■ Task statement ■
Look through the material below and give the number of lines where the string "components" occurs, with nothing added.

[Dataset entries]

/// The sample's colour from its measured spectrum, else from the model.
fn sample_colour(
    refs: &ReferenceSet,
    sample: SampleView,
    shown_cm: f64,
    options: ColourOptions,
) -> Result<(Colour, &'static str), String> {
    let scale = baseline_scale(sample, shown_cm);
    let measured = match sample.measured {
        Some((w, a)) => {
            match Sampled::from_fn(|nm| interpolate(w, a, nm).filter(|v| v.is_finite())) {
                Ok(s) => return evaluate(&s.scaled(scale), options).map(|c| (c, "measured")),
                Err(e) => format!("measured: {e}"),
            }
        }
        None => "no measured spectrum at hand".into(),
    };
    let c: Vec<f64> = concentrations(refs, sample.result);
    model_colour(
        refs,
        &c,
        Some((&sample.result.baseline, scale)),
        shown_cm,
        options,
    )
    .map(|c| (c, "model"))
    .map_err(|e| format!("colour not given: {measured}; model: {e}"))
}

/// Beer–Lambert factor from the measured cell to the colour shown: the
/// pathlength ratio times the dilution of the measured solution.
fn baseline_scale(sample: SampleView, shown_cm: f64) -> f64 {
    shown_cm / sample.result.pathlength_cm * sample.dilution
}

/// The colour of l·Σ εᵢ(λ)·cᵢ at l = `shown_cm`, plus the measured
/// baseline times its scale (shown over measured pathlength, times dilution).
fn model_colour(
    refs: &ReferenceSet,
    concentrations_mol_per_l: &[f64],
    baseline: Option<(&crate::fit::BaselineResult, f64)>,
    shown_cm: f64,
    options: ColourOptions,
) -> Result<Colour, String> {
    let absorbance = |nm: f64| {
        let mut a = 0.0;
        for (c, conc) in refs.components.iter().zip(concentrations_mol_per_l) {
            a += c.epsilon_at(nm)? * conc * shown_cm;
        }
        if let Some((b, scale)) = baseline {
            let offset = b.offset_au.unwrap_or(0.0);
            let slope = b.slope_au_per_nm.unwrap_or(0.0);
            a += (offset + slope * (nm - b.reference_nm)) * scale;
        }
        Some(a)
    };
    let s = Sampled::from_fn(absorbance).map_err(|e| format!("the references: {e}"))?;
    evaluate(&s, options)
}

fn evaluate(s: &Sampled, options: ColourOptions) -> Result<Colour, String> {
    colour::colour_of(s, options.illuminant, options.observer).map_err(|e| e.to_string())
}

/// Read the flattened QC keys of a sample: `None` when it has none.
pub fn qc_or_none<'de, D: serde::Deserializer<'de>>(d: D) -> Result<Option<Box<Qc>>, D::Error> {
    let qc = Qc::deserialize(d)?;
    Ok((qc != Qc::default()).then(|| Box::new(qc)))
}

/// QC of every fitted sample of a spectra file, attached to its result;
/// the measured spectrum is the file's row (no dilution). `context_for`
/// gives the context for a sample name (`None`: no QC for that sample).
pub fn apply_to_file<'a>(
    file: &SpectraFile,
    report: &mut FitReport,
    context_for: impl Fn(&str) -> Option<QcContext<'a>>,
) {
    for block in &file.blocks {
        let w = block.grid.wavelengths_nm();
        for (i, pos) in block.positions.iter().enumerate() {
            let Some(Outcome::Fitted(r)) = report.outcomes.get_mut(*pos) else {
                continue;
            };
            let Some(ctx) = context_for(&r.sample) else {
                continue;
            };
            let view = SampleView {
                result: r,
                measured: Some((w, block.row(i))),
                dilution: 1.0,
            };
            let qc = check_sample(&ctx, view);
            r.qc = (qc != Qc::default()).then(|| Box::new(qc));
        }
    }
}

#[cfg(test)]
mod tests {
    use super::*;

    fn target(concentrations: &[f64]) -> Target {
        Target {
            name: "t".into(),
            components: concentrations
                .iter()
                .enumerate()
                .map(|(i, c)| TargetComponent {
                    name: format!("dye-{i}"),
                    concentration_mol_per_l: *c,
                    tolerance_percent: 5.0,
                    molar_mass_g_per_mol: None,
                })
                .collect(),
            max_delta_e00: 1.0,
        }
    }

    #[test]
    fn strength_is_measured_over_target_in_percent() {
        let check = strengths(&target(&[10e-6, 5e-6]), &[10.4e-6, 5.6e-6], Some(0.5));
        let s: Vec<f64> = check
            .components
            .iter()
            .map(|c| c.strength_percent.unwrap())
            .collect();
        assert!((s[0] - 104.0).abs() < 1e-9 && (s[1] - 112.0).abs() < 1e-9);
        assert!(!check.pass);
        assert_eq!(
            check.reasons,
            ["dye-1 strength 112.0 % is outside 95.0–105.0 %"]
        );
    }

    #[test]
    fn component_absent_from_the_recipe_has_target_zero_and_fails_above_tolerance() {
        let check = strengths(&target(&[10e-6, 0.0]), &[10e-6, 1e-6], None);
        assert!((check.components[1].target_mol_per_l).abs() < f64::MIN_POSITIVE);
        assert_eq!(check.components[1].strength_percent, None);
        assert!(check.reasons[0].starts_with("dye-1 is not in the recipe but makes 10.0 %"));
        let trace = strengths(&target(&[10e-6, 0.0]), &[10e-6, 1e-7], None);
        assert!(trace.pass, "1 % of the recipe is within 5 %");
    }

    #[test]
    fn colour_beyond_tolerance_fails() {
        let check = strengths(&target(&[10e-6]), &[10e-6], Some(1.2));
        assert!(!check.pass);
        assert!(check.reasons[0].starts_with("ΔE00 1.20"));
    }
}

[/Dataset entries]

■ Expected answer ■
5